Boards established proprietary Maintenance of Certification® (MOC) programs. Finding that most “grandfathered” physicians did not choose to enroll (or to continue enrollment) in these expensive, time-consuming programs, preferring other means for continuing education more suitable for their practice, the Boards are trying to make it mandatory for licensure. ABMS constantly asserts that MOC® is (still) “voluntary” although hospitals and insurers increasingly require it. Many patients have found that their personal physician can no longer care for them in the hospital or under their health plan because of summarily being kicked off the staff or the panel despite an unblemished record of excellent care. Enacting MOL would make such physicians unavailable to patients altogether, and greatly exacerbate the looming physician shortage.

FSMB uses the need to assure “quality” as the rationale for these requirements. But FSMB, ABMS, and member Boards have no special abilities to discern or define quality. Tellingly, many board executives have declined to participate in their own MOC programs, at least until they were forced to do so to keep their lucrative jobs.

In fact, quality may mean use of a proprietary product in which a board executive has a financial interest. It also means conformity to Board-determined protocols of treatment. These may be outdated by the time they are promulgated. Worse, Boards may require physicians to act contrary to conscience. Efforts to exclude physicians who decline to perform abortions may eventually succeed. Pro-life medical students are already avoiding OB/GYN programs. Boards could eventually demand participation in assisted suicide, withdrawal of food and water, sex-change surgery, mandated sterilizations, and so on.

FSMB is a private, wealthy, tax-exempt corporation, funded in part  by state medical boards. ABMS and its member boards are also private corporations. Though tax-exempt, they have multi-million dollar revenue streams from their MOC® programs, used to pay lavish executive salaries. They are self-credentialed and not accountable to elected officials or voters. They are subject to no constitutional limitations on their quasi-governmental powers over the practice of medicine.

Physician backlash against MOC® has thwarted the drive to require it for Maintenance of Licensure (MOL).
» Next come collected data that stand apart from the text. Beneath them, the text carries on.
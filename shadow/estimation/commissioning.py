"""Commissioning: batch identification of friction, offsets, payload and noise from one recorded healthy run.

Offline, the whole run is at hand, so the Savitzky-Golay derivatives are taken on windows centred on each sample
(non-causal: the m samples after a sample are used as well as the m before; the first and last m samples of each
segment get no derivative and are dropped). The estimate is the starting point (:class:`Baseline`) of the live
tracker in :mod:`shadow.estimation.tracker`, which uses the same measurement model.

Measurement model (sample k, actuator i; efforts at the joint side)
-------------------------------------------------------------------
    z_k = tau_meas_k - tau_known(m_k) = H(m_k) theta + v_k,    v_k,i ~ N(0, sigma_i^2)

with m_k,i the motion at the instant actuator i's reported effort belongs to, ``t_k - d_i`` (as in the tracker:
:func:`shadow.robots.drives.reported_effort_delay_s`, from the settings' current-loop bandwidths, ``reported_effort``
and ``command_period_s``; the centred window's polynomial is evaluated there) and
- delta (the model's payload is one mass): H = [Y_p, Y_p g_k, Y_f], theta = [m_tool, m_work, theta_f], g_k = 1 while
  the tool grips;
- hexapod (p = 10): H = [Y_p, Y_f], theta = [pi (10 standard inertial parameters), theta_f]; if the run cannot
  excite the nine first and second moments, only the mass is estimated ("mass only"), the other nine are held at
  their nominal values and moved to the known side: z = tau_meas - tau_known - Y_p[:, :, 1:] pi_nom[1:].

Weighted least squares (Montgomery, Peck & Vining, "Introduction to Linear Regression Analysis", 5th ed., 2012,
section 5.5, weighted least squares; section 3.4, confidence intervals on the coefficients; from memory)
----------------------------------------------------------------------------------------------------
    A = W H (rows of all samples stacked, (N n, p)), b = W z,  W = diag(1 / sigma_i)
    theta = argmin |A theta - b|^2 subject to lower <= theta   (Coulomb, viscous, masses >= 0)
    s^2 = |b - A theta|^2 / (N n - p),   Cov(theta) = s^2 (A^T A)^-1
    theta_j +- t_{1 - alpha/2, N n - p} sqrt(Cov_jj)                         (Student t)
The weights start equal (sigma_i = 1); the per-actuator residual std sigma_i^2 = sum_k r_k,i^2 / (N - p / n) sets the
weights for one more solve (iteratively reweighted least squares, one iteration by default). The unconstrained
solution is ``scipy.linalg.lstsq``; only if it breaks a bound is the problem solved again with
``scipy.optimize.lsq_linear`` (bounded-variable least squares). The covariance is that of the unconstrained problem;
a parameter held at its bound is flagged.

Excitation (Gautier & Khalil, "Exciting trajectories for the identification of base inertial parameters of robots",
Int. J. Robotics Research 11(4), 1992, use the condition number of the regressor; title from memory)
---------------------------------------------------------------------------------------------------
    A D, D = diag(1 / |A_:,j|) (column scaling, so the units of the parameters drop out)
    A D = U S V^T,  kappa = s_max / s_min
A singular value below s_max / max_condition means the run did not see the direction v_j of (scaled) parameter
space: the parameters with a large share |v_ij| > involvement in it are reported, in words. Independently of the
singular values, the motion of each actuator is checked: one that never exceeded ``reversal_speed`` leaves its
Coulomb and viscous friction unseen; one that moved at speed in one direction only leaves its Coulomb friction not
separable from its offset. A column with (numerically) no effect at all, |A_:,j| <= empty_column_rtol max_i |A_:,i|,
is unseen too (column scaling would otherwise blow its rounding dust up to full size).
Each finding names the parameters to hold at 0 in a second solve without them: an unmoving actuator's Coulomb and
viscous friction; a one-way actuator's Coulomb friction (its offset then carries F_c + o); the work-piece mass
without gripping (or with gripping throughout: the tool mass then carries both); empty columns; for a weak direction
of the singular value decomposition, its largest member. Held parameters get no interval; the baseline starts them
from nominal values with a wide prior (:func:`baseline_from_identification`).

Drive-gain calibration with a known added mass (after Gautier & Briot, "Global identification of joint drive
gains and dynamic parameters of parallel robots", IROS 2011; title and idea from memory)
--------------------------------------------------------------------------------------------------------------
Two runs of the same motion family, B with a known test body (parameters pi_t) added. The effort computed with the
nominal current-to-effort gain is tau_nom,i = beta_i tau_true,i, with beta_i = 1 / gamma_i and gamma_i the relative
gain error. Per actuator i, over the samples of both runs (b_k = 1 in run B):
    tau_nom,k,i = beta_i (Y_p,k,i pi_t b_k) + c_i tau_known,k,i + Y_pay,k,i phi_i + Y_f,k,i psi_i + v_k,i
with phi_i = beta_i theta_p and psi_i = beta_i theta_f,i free per actuator, and c_i a free scale of the model's own
rigid efforts (so the arm and platform parameters of the description need not be exact: only the test mass sets the
scale, the point of the added-mass method). The measured value is alone on the left, so ordinary least squares is
unbiased here (the published method writes the current into the regressor and therefore needs total least squares).
gamma_i = 1 / beta_i; its interval is the image of beta_i's interval (1/x is monotone for x > 0).

Viscous temperature coefficient (lubricant viscosity falls with temperature; Reynolds' exponential law,
O. Reynolds, Phil. Trans. R. Soc. 177, 1886, from memory)
-----------------------------------------------------------------------------------------------------
When the run carries drive temperatures T_k,i [K], the viscous term of actuator i becomes
    F_v,i(T) qd = b_i exp(-k_i (T - T_ref,i)) qd,      T_ref,i = sum_k qd_k,i^2 T_k,i / sum_k qd_k,i^2
(T_ref,i is the temperature the viscous column's information is centred on, so b_i is nearly uncorrelated with
k_i, and the plain fit's F_v,i equals b_i to first order). The model is linear in all parameters but k_i; it is
solved by Gauss-Newton on the same weighted least squares (e.g. Bjorck, "Numerical Methods for Least Squares
Problems", SIAM 1996, sec. 9.2, from memory): at the current k^(m), with e_k,i = exp(-k_i^(m) dT_k,i),
    z = H' theta + sum_i g_i c_i + v,   H' = H with the viscous column of i times e_k,i,
    g_i = -dT_k,i e_k,i qd_k,i (row i only),   k_i^(m+1) = k_i^(m) + c_i / b_i
(first order in the step: b exp(-(k + d) dT) = b e (1 - d dT), c = b d), repeated until |c_i / b_i| < tol.
Weights are the main fit's 1 / sigma_i, and only entries with |qd_k,i| >= ``temperature_min_speed`` (default
20 v_s) take part for the actuators fitted: a Stribeck hump the model does not carry biases the viscous column
by a constant, which the logarithmic law would turn into a wrong k (on the project's simulator +9 to +29 %
with every sample, -2 to 0 % with the fast ones).
At convergence c_i = 0, so Var(k_i) = Var(c_i) / b_i^2 (delta method), interval k_i +- t std. Only actuators
whose viscous friction the main fit saw, whose temperature spanned at least ``min_temperature_span_k`` and
whose interval half-width is below ``max_temperature_halfwidth_per_k`` count as identified; the others are
named with the reason in words. The intervals, like the others, assume white residuals (an unmodelled effect
that follows the motion makes them too narrow).

Public API
----------
condition_run, fit_sample_clock              centred Savitzky-Golay conditioning; stamps onto a fitted fixed-rate clock
identify_run -> Identification               payload, friction, noise, intervals, excitation report
identify_stribeck_velocity -> StribeckSearch the Stribeck velocity a run supports (profiled likelihood), or none
weighted_least_squares, scaled_singular_values   the solver and the excitation measure
identify_viscous_temperature -> ViscousTemperatureFit   k_v per actuator from the run's drive temperatures
baseline_from_identification, unseen_prior_std   the live tracker's Baseline
calibrate_gains -> GainCalibration           drive gains with a known added mass

Symbols
-------
t (N,) [s]; q, qd, qdd (N, n); tau, z (N, n) [N m | N]; Y_p (N, n, p_m); Y_f (N, n, k n); H (N, n, p)
theta (p,); sigma (n,) [N m | N]; kappa [-]; beta, gamma (n,) [-]
T (N, n) drive temperatures [K]; T_ref (n,) [K]; k_v (n,) viscous temperature coefficient [1/K]
"""

from __future__ import annotations

import dataclasses
from dataclasses import dataclass

import numpy as np
import scipy.linalg
import scipy.optimize
import scipy.stats
from numpy.typing import NDArray

from shadow.errors import ConfigurationError, ShadowError, ShapeError, expect_finite, expect_shape
from shadow.estimation.baseline import Baseline
from shadow.estimation.conditioning import Conditioner, EffortMotion, regressor_at_efforts
from shadow.estimation.tracker import HEXAPOD_PAYLOAD_NAMES
from shadow.robots.drives import reported_effort_delay_s
from shadow.robots.friction import friction_regressor, parameter_names, parameters_per_actuator
from shadow.robots.mechanism import Mechanism
from shadow.robots.parameters import ReportedEffort

Array = NDArray[np.float64]
BoolArray = NDArray[np.bool_]

DELTA_PAYLOAD_NAMES = ("tool_mass", "work_piece_mass")
PAYLOAD_FULL = "full"  # all p payload parameters of the model
PAYLOAD_MASS = "mass only"  # hexapod: the mass, the other nine held at nominal
PAYLOAD_SPLIT = "tool and work piece"  # delta: tool mass and work-piece mass


class InsufficientDataError(ShadowError, ValueError):
    """The run has too few usable samples for the number of parameters."""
The ABIM has even issued an apology, and backed off, probably temporarily, on some requirements.

The Interstate Medical Licensure Compact, rapidly materializing and being pushed in many states, appears to be a back-door effort to gain a foothold for MOC®, starting with physicians seeking multistate licensure under the Compact. FSMB denials are not persuasive; the preprint of an article to appear in the Journal of American Physicians and Surgeons contrasts the FSMB denials with the actual wording of the Compact.

The ostensible rationale is to “streamline” applications to further “advanced health care delivery systems,” which are thought to be mainly about telehealth. FSMB specifically opposes legislation at the federal level to accomplish this. While AAPS also opposes a federal licensure system, the imposition of a quasi-governmental private system that supersedes federalism is even worse. FSMB assertions that it would not impair state sovereignty are not credible.

Telehealth may be very helpful, as in bringing physician consultation to rural areas, and Arizona already is making provisions for that. Telehealth also has dangers. There are interest groups that could try to use the Compact to circumvent restrictions that states may impose, as on chemical abortion by remote providers who have no personal contact with patients and no ability to manage complications. The huge lobbying effort required for pushing for the Compact simultaneously in many states suggests special-interest involvement, and any state considering the Compact should investigate funding sources for lobbyists.

AAPS urges the enactment of SB 1257 and SCR 1003. Arizona should maintain state control over medical licensure and reject the influence of out-of-state private corporations.